Pfizer Vaccines Sr Medical Advisor Belgium in Brussels, La Plaine, Belgium


  • Through interaction with internal and external stakeholders drive value growth of Pfizer Vaccines in Belgium, using a scientific approach and taking all medical as well as compliance and regulatory aspects into account to establish the role for assigned product/products in the health care system. This includes not only the data on the products but also the medical environment in which the products are or could be used.


  • Be responsible for assigned Pfizer product/products in Belgium and, in collaboration with other internal colleagues, identify possibilities and relevant activities to drive business. This includes, but is not limited to:

  • Health care professionals and other relevant external stakeholders, disseminating information of medical relevance concerning the products of her/his responsibility and the medical implications for current practices through advisory boards, symposia and other meetings and ways of communication.

  • Interactions with relevant health care professionals to stimulate research efforts to establish a wider knowledge about the products and their optimal use.
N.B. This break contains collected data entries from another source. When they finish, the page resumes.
/* Fittings on supports and in casings: no soil bears there. */
#include "kent_hand.h"

#include <math.h>

/* R - B - E, a right angle (or a curve of that radius) in good soil, with a block. */
static kent_build turned(double radius)
{
    kent_build b = kent_build_new();
    (void)kent_build_point(&b, "R", 0.0, 0.0, 0.0);
    const int at = kent_build_point(&b, "B", 500.0, 0.0, 0.0);
    (void)kent_build_point(&b, "E", 500.0, 500.0, 0.0);
    b.model->points[at].curve_radius = radius;
    (void)kent_build_pipe(&b, "A", "R B E", 0.3, 1000.0);
    (void)kent_build_fixed_level(&b, "R", 80.0);
    (void)kent_build_soil(&b, "sand", 200e3, 19e3, 2.0);
    return b;
}

static const kent_hand_case AT_REST = {"static", KENT_CASE_STATIC, 1.5, 8e5};

static void no_block_stands_where_no_soil_bears(void **state)
{
    (void)state;
    for (int above = 0; above < 2; above++) {
        kent_build b = turned(NAN);
        b.model->pipes[0].above_ground = above;
        kent_build_derive(&b);
        kent_restraints *r = kent_hand_size(&b, &AT_REST, 1);
        const kent_holding *h = &r->fittings[kent_build_fitting_of(&b, "B")];
        assert_int_equal(h->held, !above);
        assert_int_equal(h->block.type == KENT_BLOCK_NONE, above);
        if (above) kent_hand_expect(h, "hold it by a structure made for");
        kent_restraints_free(r);
        kent_build_clear(&b);
    }
}

static void nor_does_any_hold_a_curve(void **state)
{
    (void)state;
    for (int above = 0; above < 2; above++) {
        kent_build b = turned(200.0);
        b.model->pipes[0].above_ground = above;
        kent_build_derive(&b);
        kent_restraints *r = kent_hand_size(&b, &AT_REST, 1);
        const kent_holding *h = &r->fittings[kent_build_fitting_of(&b, "B")];
        assert_int_equal(h->held, !above);
        if (above) kent_hand_expect(h, "above ground no soil is beside it");
        kent_restraints_free(r);
        kent_build_clear(&b);
    }
}

/* A casing along part of the pipe, m from R. */
static void encase(kent_build *b, double from, double to)
{
    b->model->ground_zones = kent_alloc(1, sizeof *b->model->ground_zones);
    assert_non_null(b->model->ground_zones);
    b->model->ground_zones[0] = (kent_ground_zone){.from = from,
                                                   .to = to,
                                                   .soil = -1,
                                                   .cover = NAN,
                                                   .water_table = NAN,
                                                   .trench = -1,
                                                   .backfill = -1,
                                                   .casing = true};
    b->model->ground_zone_count = 1;
}

static void nor_does_a_block_stand_in_a_casing(void **state)
{
    (void)state;
    for (int past = 0; past < 2; past++) {
        kent_build b = turned(NAN);
        encase(&b, 490.0, past ? 510.0 : 495.0);
        kent_build_derive(&b);
        kent_restraints *r = kent_hand_size(&b, &AT_REST, 1);
        const kent_holding *h = &r->fittings[kent_build_fitting_of(&b, "B")];
        assert_int_equal(h->held, !past);
        assert_int_equal(h->block.type == KENT_BLOCK_NONE, past);
        if (past) kent_hand_expect(h, "this stands in a casing");
        kent_restraints_free(r);
        kent_build_clear(&b);
    }
}

static void a_curve_in_a_casing_leans_on_nothing(void **state)
{
    (void)state;
    for (int cased = 0; cased < 2; cased++) {
        kent_build b = turned(200.0);
        if (cased) encase(&b, 300.0, 620.0); /* the whole arc */
        kent_build_derive(&b);
        kent_restraints *r = kent_hand_size(&b, &AT_REST, 1);
        const kent_holding *h = &r->fittings[kent_build_fitting_of(&b, "B")];
        assert_int_equal(h->held, !cased);
        if (cased) kent_hand_expect(h, "in a casing no soil is beside it");
        kent_restraints_free(r);
        kent_build_clear(&b);
    }
}

int main(void)
{
    const struct CMUnitTest tests[] = {
        cmocka_unit_test(no_block_stands_where_no_soil_bears),
        cmocka_unit_test(nor_does_any_hold_a_curve),
        cmocka_unit_test(nor_does_a_block_stand_in_a_casing),
        cmocka_unit_test(a_curve_in_a_casing_leans_on_nothing),
    };
    return cmocka_run_group_tests(tests, NULL, NULL);
}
Actively work for initiation of Investigator Initiated Research, Non-interventional Studies, and site selection of global company sponsored studies within the local market.

  • Timely provide accurate and medically sound responses to enquiries by the medical societies and other stakeholders concerning products within her/his responsibility.
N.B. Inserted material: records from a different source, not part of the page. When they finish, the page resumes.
#include "kent_case_internal.h"

#include <assert.h>
#include <math.h>
#include <stddef.h>
#include <stdio.h>
#include <stdlib.h>
#include <string.h>

/* ---- what was assumed ------------------------------------------------------------ */

void kent_fill_assume(kent_filling *f, const char *what, const char *value,
                      const char *why)
{
    kent_notes_add(&f->model->assumed, "%s\t%s\t%s", what, value, why);
}

void kent_fill_assume_value(kent_filling *f, const char *what, double si,
                            kent_kind kind, const char *why)
{
    char value[64];
    const kent_display d = kent_units_display(kind, f->model->units);
    (void)snprintf(value, sizeof value, "%.5g%s%s",
                   kent_units_shown(kind, f->model->units, si), d.unit[0] ? " " : "",
                   d.unit);
    kent_fill_assume(f, what, value, why);
}

/* ---- groups that stand once ------------------------------------------------------ */

/* Reads the group under a key of the case; without one the record is empty. Returns
 * whether it was there. */
static bool read_group(kent_filling *f, const kent_record *parent, const char *key,
                       kent_record *out)
{
    const kent_twig *twig = kent_record_field(parent, key)->twig;
    if (!twig) {
        *out = (kent_record){0};
        return false;
    }
    kent_record_read(&f->reader, twig, key, parent->label, 0, out);
    return true;
}

static double given(const kent_record *record, bool there, const char *key,
                    double other)
{
    return there ? kent_record_number_or(record, key, other) : other;
}

static void fill_head(kent_filling *f, const char *path)
{
    kent_model *m = f->model;
    kent_record project;
    const char *slash = strrchr(path, '/');
    char name[160];
    (void)snprintf(name, sizeof name, "%s",
                   strcmp(path, "-") == 0 ? "standard input"
                   : slash                ? slash + 1
                                          : path);
    const size_t length = strlen(name);
    if (length > 4 && strcmp(name + length - 4, ".cfg") == 0) name[length - 4] = '\0';

    kent_record_copy(&f->root, "title", name, m->title, sizeof m->title);
    m->units = f->shown ? *f->shown : f->reader.system;
    if (!read_group(f, &f->root, "project", &project)) return;
    kent_project *p = &m->project;
    kent_record_copy(&project, "number", NULL, p->number, sizeof p->number);
    kent_record_copy(&project, "drawing", NULL, p->drawing, sizeof p->drawing);
    kent_record_copy(&project, "revision", NULL, p->revision, sizeof p->revision);
    kent_record_copy(&project, "designer", NULL, p->designer, sizeof p->designer);
    kent_record_copy(&project, "checker", NULL, p->checker, sizeof p->checker);
}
  • Ensure that marketing material is medically relevant as well as compliant with the regulatory requirements.

  • In collaboration with regulatory department ensure correct wording in SPC and other documents.

  • Provide medical/scientific expertise for formulary applications, HTA assessments and tender processes.
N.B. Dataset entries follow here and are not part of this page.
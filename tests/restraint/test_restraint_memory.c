/* Memory that runs out anywhere is an error and leaves nothing behind. */
#include "kent_hand.h"
#include "kent_alloc_fail.h"

typedef struct job {
    const kent_model *model;
    const kent_loads_result *loads;
} job;

static int size_once(void *context)
{
    const job *j = context;
    kent_restraints *r = NULL;
    kent_error err = {0};
    const kent_status status = kent_restraint_size(j->model, j->loads, &r, &err);

    if (status == KENT_OK) {
        kent_restraints_free(r);
        return 0;
    }
    assert_int_equal(status, KENT_E_NOMEM);
    assert_int_equal(err.status, KENT_E_NOMEM);
    assert_null(r);
    return -1;
}

static void any_allocation_may_fail_and_nothing_leaks(void **state)
{
    (void)state;
    static const kent_hand_case cases[] = {{"test", KENT_CASE_TEST, 1.5, 1.0e6},
                                           {"shut", KENT_CASE_OCCASIONAL, 1.5, 1.1e6}};
    kent_build b = kent_build_new();
    (void)kent_build_point(&b, "A", 0.0, 0.0, 50.0);
    (void)kent_build_point(&b, "B", 100.0, 0.0, 50.0);
    (void)kent_build_point(&b, "C", 200.0, 30.0, 55.0);
    (void)kent_build_point(&b, "D", 300.0, 60.0, 50.0);
    (void)kent_build_pipe(&b, "P", "A B C D", 0.4, 1000.0);
    (void)kent_build_fixed_level(&b, "A", 150.0);
    (void)kent_build_scenario(&b, "shut", 60.0);
    (void)kent_build_soil(&b, "till", 40e3, 19e3, 1.2); /* some held, some refused */
    b.model->ground.water_table = (double)INFINITY;
    kent_build_derive(&b);
    kent_loads_result loads = kent_hand_loads(b.model, cases, 2);
    job j = {b.model, &loads};

    assert_true(kent_allocations_needed(size_once, &j) > 10);
    kent_hand_clear(&loads);
    kent_build_clear(&b);
}

/* The same through zones, past a weak stop, beside a sewer and in wet ground. */
static void nothing_leaks_of_what_is_said_of_ground_and_obstacles(void **state)
{
    (void)state;
    static const kent_hand_case cases[] = {{"test", KENT_CASE_TEST, 1.5, 0.3e6}};
    kent_build b = kent_build_new();
    (void)kent_build_point(&b, "A", 0.0, 0.0, 50.0);
    (void)kent_build_point(&b, "B", 100.0, 0.0, 50.0);
    (void)kent_build_point(&b, "S", 100.0, 0.5, 50.0);
    (void)kent_build_point(&b, "D", 100.0, 200.0, 50.0);
    const int p = kent_build_pipe(&b, "P", "A B S D", 0.4, 1000.0);
    b.model->pipes[p].material_density = 7050.0;
    (void)kent_build_fixed_level(&b, "A", 150.0);
    (void)kent_build_soil(&b, "till", 100e3, 19e3, 1.2);
    (void)kent_build_soil(&b, "peat", 0.0, 12e3, 1.2);
    kent_soil *till = &b.model->soils[0];
    till->friction_angle = 0.5;
    till->cohesion = 0.0;
    till->friction_ratio = till->passive_ratio = 0.6;
    b.model->soils[1].unreliable = true;
    b.model->ground.soil = 0;
    b.model->ground.water_table = 0.0;
    b.model->points[2].cover = 0.5;
    b.model->ground_zones = kent_alloc(1, sizeof *b.model->ground_zones);
    b.model->obstacles = kent_alloc(1, sizeof *b.model->obstacles);
    assert_non_null(b.model->ground_zones);
    assert_non_null(b.model->obstacles);
    b.model->ground_zones[0] = (kent_ground_zone){.from = 101.0,
                                                  .to = 102.0,
                                                  .soil = 1,
                                                  .cover = (double)NAN,
                                                  .water_table = (double)NAN,
                                                  .trench = -1,
                                                  .backfill = -1};
    b.model->ground_zone_count = 1;
    b.model->obstacles[0] = (kent_obstacle){
        .what = "sewer", .distance = 3.0, .depth = 2.0, .direction = {1.0, 0.0, 0.0}};
    b.model->obstacle_count = 1;
    const int turn = kent_build_note(&b, "B");
    b.model->notes[turn].restraint = KENT_RESTRAINED_JOINTS;
    b.model->notes[turn].obstacle_count = 1;
    const int end = kent_build_note(&b, "D");
    b.model->notes[end].obstacle_count = 1;
    kent_build_derive(&b);
    kent_loads_result loads = kent_hand_loads(b.model, cases, 1);
    job j = {b.model, &loads};

    kent_restraints *r = kent_hand_size(&b, cases, 1);
    const kent_holding *at_b = &r->fittings[kent_build_fitting_of(&b, "B")];
    const kent_holding *at_d = &r->fittings[kent_build_fitting_of(&b, "D")];
    kent_hand_expect(at_b, "passes through 1.00 m of peat");
    kent_hand_expect(at_b, "the ground at S is the weakest");
    kent_hand_expect(at_b, "'sewer' stands near");
    kent_hand_expect(at_d, "'sewer' is clear");
    kent_hand_expect(at_d, "leans on ground under water");
    kent_restraints_free(r);
    assert_true(kent_allocations_needed(size_once, &j) > 20);
    kent_hand_clear(&loads);
    kent_build_clear(&b);
}

/* Two bends whose lengths meet, and whose legs out the system makes longer. */
static void nothing_leaks_of_systems(void **state)
{
    (void)state;
    static const kent_hand_case cases[] = {{"test", KENT_CASE_TEST, 1.5, 1.0e6}};
    kent_build b = kent_build_new();
    (void)kent_build_point(&b, "A", 0.0, 0.0, 50.0);
    (void)kent_build_point(&b, "B", 100.0, 0.0, 50.0);
    (void)kent_build_point(&b, "C", 102.0, 2.0, 50.0);
    (void)kent_build_point(&b, "D", 102.0, 100.0, 50.0);
    const int p = kent_build_pipe(&b, "P", "A B C D", 0.4, 1000.0);
    b.model->pipes[p].material_density = 7050.0;
    b.model->pipes[p].laying_length = 6.0;
    (void)kent_build_fixed_level(&b, "A", 150.0);
    (void)kent_build_outflow(&b, "D", 0.0);
    (void)kent_build_soil(&b, "till", 100e3, 19e3, 1.2);
    kent_soil *till = &b.model->soils[0];
    till->friction_angle = 0.5;
    till->cohesion = 0.0;
    till->friction_ratio = till->passive_ratio = 0.6;
    b.model->ground.water_table = (double)INFINITY;
    for (int i = 0; i < 2; i++) {
        const int note = kent_build_note(&b, i == 0 ? "B" : "C");
        b.model->notes[note].restraint = KENT_RESTRAINED_JOINTS;
        b.model->notes[note].apart = true;
    }
    kent_build_derive(&b);
    kent_loads_result loads = kent_hand_loads(b.model, cases, 1);
    job j = {b.model, &loads};

    kent_restraints *r = kent_hand_size(&b, cases, 1);
    assert_int_equal(r->systems.count, 1);
    assert_true(r->systems.at[0].lengthened);
    kent_restraints_free(r);
    assert_true(kent_allocations_needed(size_once, &j) > 20);
    kent_hand_clear(&loads);
    kent_build_clear(&b);
}

/* Blocks that stand in each other's ground, with a share each, in falling ground and
 * against fill. */
static void nothing_leaks_of_what_is_said_of_neighbours(void **state)
{
    (void)state;
    static const kent_hand_case cases[] = {{"test", KENT_CASE_TEST, 1.5, 0.2e6}};
    kent_build b = kent_build_new();
    (void)kent_build_point(&b, "A", -300.0, 0.0, 50.0);
    (void)kent_build_point(&b, "E", 0.0, 0.0, 50.0);
    (void)kent_build_point(&b, "G", 4.0, 0.0, 50.0);
    (void)kent_build_point(&b, "Z", 300.0, 0.0, 50.0);
    const int p = kent_build_pipe(&b, "P", "A E", 0.4, 1000.0);
    const int q = kent_build_pipe(&b, "Q", "Z G", 0.4, 1000.0);
    b.model->pipes[p].unit_mass = b.model->pipes[q].unit_mass = 100.0;
    (void)kent_build_fixed_level(&b, "A", 150.0);
    (void)kent_build_fixed_level(&b, "Z", 150.0);
    (void)kent_build_soil(&b, "till", 150e3, 19e3, 1.5);
    kent_soil *s = &b.model->soils[0];
    s->friction_angle = 0.5;
    s->cohesion = 0.0;
    s->friction_ratio = s->passive_ratio = 0.6;
    s->bearing_gradient = 40e3;
    b.model->ground.backfill = 0;
    b.model->ground.water_table = (double)INFINITY;
    static const char *const ends[] = {"E", "G"};
    for (int i = 0; i < 2; i++) {
        const int note = kent_build_note(&b, ends[i]);
        b.model->notes[note].restraint = KENT_BLOCK_AND_JOINTS;
        b.model->notes[note].stated.block_share = 0.5;
        b.model->notes[note].stated.backing = KENT_BACKING_FILL;
        b.model->notes[note].stated.slope = (kent_slope){{1.0, 0.0, 0.0}, 0.1};
    }
    kent_build_derive(&b);
    kent_loads_result loads = kent_hand_loads(b.model, cases, 1);
    job j = {b.model, &loads};

    kent_restraints *r = kent_hand_size(&b, cases, 1);
    assert_int_equal(r->space.count, 2);
    kent_restraints_free(r);
    assert_true(kent_allocations_needed(size_once, &j) > 20);
    kent_hand_clear(&loads);
    kent_build_clear(&b);
}

static void freeing_nothing_is_safe(void **state)
{
    (void)state;
    kent_restraints_free(NULL);
}

int main(void)
{
    const struct CMUnitTest tests[] = {
        cmocka_unit_test(any_allocation_may_fail_and_nothing_leaks),
        cmocka_unit_test(nothing_leaks_of_what_is_said_of_ground_and_obstacles),
        cmocka_unit_test(nothing_leaks_of_systems),
        cmocka_unit_test(nothing_leaks_of_what_is_said_of_neighbours),
        cmocka_unit_test(freeing_nothing_is_safe),
    };
    return cmocka_run_group_tests(tests, NULL, NULL);
}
  • Make the 2019 medical plan based on identified needs, and in line with country and International Developed Markets (IDM) strategies, taking into account product life cycle and providing budgeting of scientific projects.

  • Develop and maintain a strong network of Key Opinion Leaders (KOL) within the assigned therapeutic area.

  • Actively participate in the Medical Affairs team and relevant meetings and projects at the IDM-level in order to be updated on the current development of the therapeutic area and influence and contribute to future development.

  • Build strategic partnerships with internal collaborators, specifically Patient&Health Impact/Market Access/Health Outcomes, Brand Managers, and the IDM and Global Vaccines teams.

  • Provide highly innovative solutions, and routinely exercises independent judgment in developing methods, techniques and criteria for achieving objectives.

  • Develop strategy and set functional policy and direction.


  • Technical

  • General business insight and high level of industry understanding.

  • Additional specialized knowledge within relevant therapeutic area.

  • Managerial

  • Independence and ability to work in an international setting in a matrix organization.

  • Performance driven with professional demeanor and strong team-work ability.

  • Excellent social skills.

  • Ability to travel.

  • Certifications

  • 4-6 years of related clinical or scientific experience.

  • Education

  • Medical Doctor or other relevant Academic degree with good scientific and/or clinical skills.

  • Fluent in French, Flemish and English.

  • Experience

  • Several years as medical advisor with expert knowledge.

  • Clinical trial or research experience.


A temporary contract for 1 year is offered.

Pfizer is an equal opportunity employer and complies with all applicable equal employment opportunity legislation in each jurisdiction in which it operates.